La Commission européenne a adopté cette semaine son cinquième rapport sur la citoyenneté de l’Union européenne. Ce document dresse un état des lieux de l’opinion publique et des progrès réalisés en matière de citoyenneté.

État de l’opinion publique

Selon un sondage sur la citoyenneté de l’Union paru dans le Flash Eurobaromètre de 2007 :

  • 90% des Européens savent qu’ils sont à la fois citoyens de l’Union et ressortissants d’un État membre ;
  • 31 % des personnes interrogées dans les 27 pays de l’UE s’estiment «bien informées» de leurs droits en tant que citoyens de l’Union européenne.*

Ces résultats montrent que la Commission devrait renforcer et améliorer les moyens utilisés pour informer le citoyen européen de ses droits.

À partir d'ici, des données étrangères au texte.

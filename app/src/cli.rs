//! Command-line interface.

use std::collections::BTreeSet;
use std::path::PathBuf;
use std::process::ExitCode;

use clap::{Parser, Subcommand};
use flowrise_core::design::{SolveOptions, Workspace, solve_project};
use flowrise_core::output::{solve_json, solve_text};
use flowrise_core::project::{Mode, NodeId, Project};

/// Exit code for invalid input (the message is on stderr).
const EXIT_INVALID: u8 = 2;

#[derive(Debug, Parser)]
#[command(name = "flowrise", version, about = "Design two-pipe hydronic heating networks", args_conflicts_with_subcommands = true)]
struct Cli {
    #[command(subcommand)]
    command: Option<Command>,
    /// Project file to open.
    file: Option<PathBuf>,
}

#[derive(Debug, Subcommand)]
enum Command {
    /// Design and solve a project; print a summary or JSON.
    Solve {
        /// Project file (.ron).
        file: PathBuf,
        /// Print the stable JSON document (docs/solve-json.md) instead of text.
        #[arg(long)]
        json: bool,
        /// Freeze sizes and presettings as stored in the project (installed mode).
        #[arg(long)]
        installed: bool,
        /// Close these emitters' valves (ids, comma-separated: N12,N15 or 12,15).
        #[arg(long, value_delimiter = ',')]
        close: Vec<String>,
    },
}

/// Parse an emitter id: `N12` or `12`.
fn parse_node_id(text: &str) -> Result<NodeId, String> {
    let t = text.trim();
    let digits = t.strip_prefix('N').or_else(|| t.strip_prefix('n')).unwrap_or(t);
    digits.parse::<u32>().map(NodeId).map_err(|_| format!("\"{t}\" is not an emitter id — give ids like N12 or 12"))
}

pub fn main() -> ExitCode {
    let cli = Cli::parse();
    match cli.command {
        Some(Command::Solve { file, json, installed, close }) => solve(&file, json, installed, &close),
        None => {
            if let Some(file) = cli.file {
                eprintln!("flowrise: the drawing window is not built yet; for headless work use `flowrise solve {}`", file.display());
            } else {
                println!("flowrise {} — design two-pipe hydronic heating networks", env!("CARGO_PKG_VERSION"));
                println!("usage: flowrise solve FILE [--json] [--installed] [--close ID,ID…]   (see --help)");
            }
            ExitCode::SUCCESS
        }
    }
}

fn solve(file: &std::path::Path, json: bool, installed: bool, close: &[String]) -> ExitCode {
    let mut project = match Project::load(file) {
        Ok(p) => p,
        Err(e) => {
            eprintln!("flowrise: {e}");
            return ExitCode::from(EXIT_INVALID);
        }
    };
    if installed {
        project.settings.mode = Mode::Installed;
    }
    let mut closed = BTreeSet::new();
    for c in close {
        match parse_node_id(c) {
            Ok(id) if project.emitters().contains(&id) => {
                closed.insert(id);
            }
            Ok(id) => {
                eprintln!("flowrise: --close {id}: no emitter with this id in {}", file.display());
                return ExitCode::from(EXIT_INVALID);
            }
            Err(e) => {
                eprintln!("flowrise: --close: {e}");
                return ExitCode::from(EXIT_INVALID);
            }
        }
    }
    let opts = SolveOptions { closed_emitters: closed, ..SolveOptions::default() };
    let sol = solve_project(&project, &opts, &mut Workspace::default());
    if json {
        match serde_json::to_string_pretty(&solve_json(&project, &sol)) {
            Ok(text) => println!("{text}"),
            Err(e) => {
                eprintln!("flowrise: cannot write JSON: {e}");
                return ExitCode::FAILURE;
            }
        }
    } else {
        print!("{}", solve_text(&project, &sol));
    }
    if sol.has_errors() {
        for f in sol.findings.iter().filter(|f| f.severity == flowrise_core::design::Severity::Error) {
            eprintln!("flowrise: {}: {}", f.item, f.message);
        }
        return ExitCode::from(EXIT_INVALID);
    }
    ExitCode::SUCCESS
}

#[cfg(test)]
mod tests {
    use super::*;

    #[test]
    fn node_ids_parse_with_or_without_prefix() {
        assert_eq!(parse_node_id("N12"), Ok(NodeId(12)));
        assert_eq!(parse_node_id(" 7 "), Ok(NodeId(7)));
        assert!(parse_node_id("x").is_err());
    }
}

État des droits du citoyen

Le noyau dur des droits du citoyen sont :

  • le droit de circuler et de séjourner librement dans l’UE,
  • le droit de vote et d’éligibilité aux élections municipales et européennes dans l’État membre de résidence,
  • le droit à la protection diplomatique et consulaire dans les pays tiers,
  • le droit de pétition devant le Parlement européen (PE),
  • le droit de s’adresser au Médiateur.

L’enjeu d’une Europe citoyenne – tant annoncée par les responsables politiques – repose sur une connaissance pleine et entière par les Européens de leurs droits.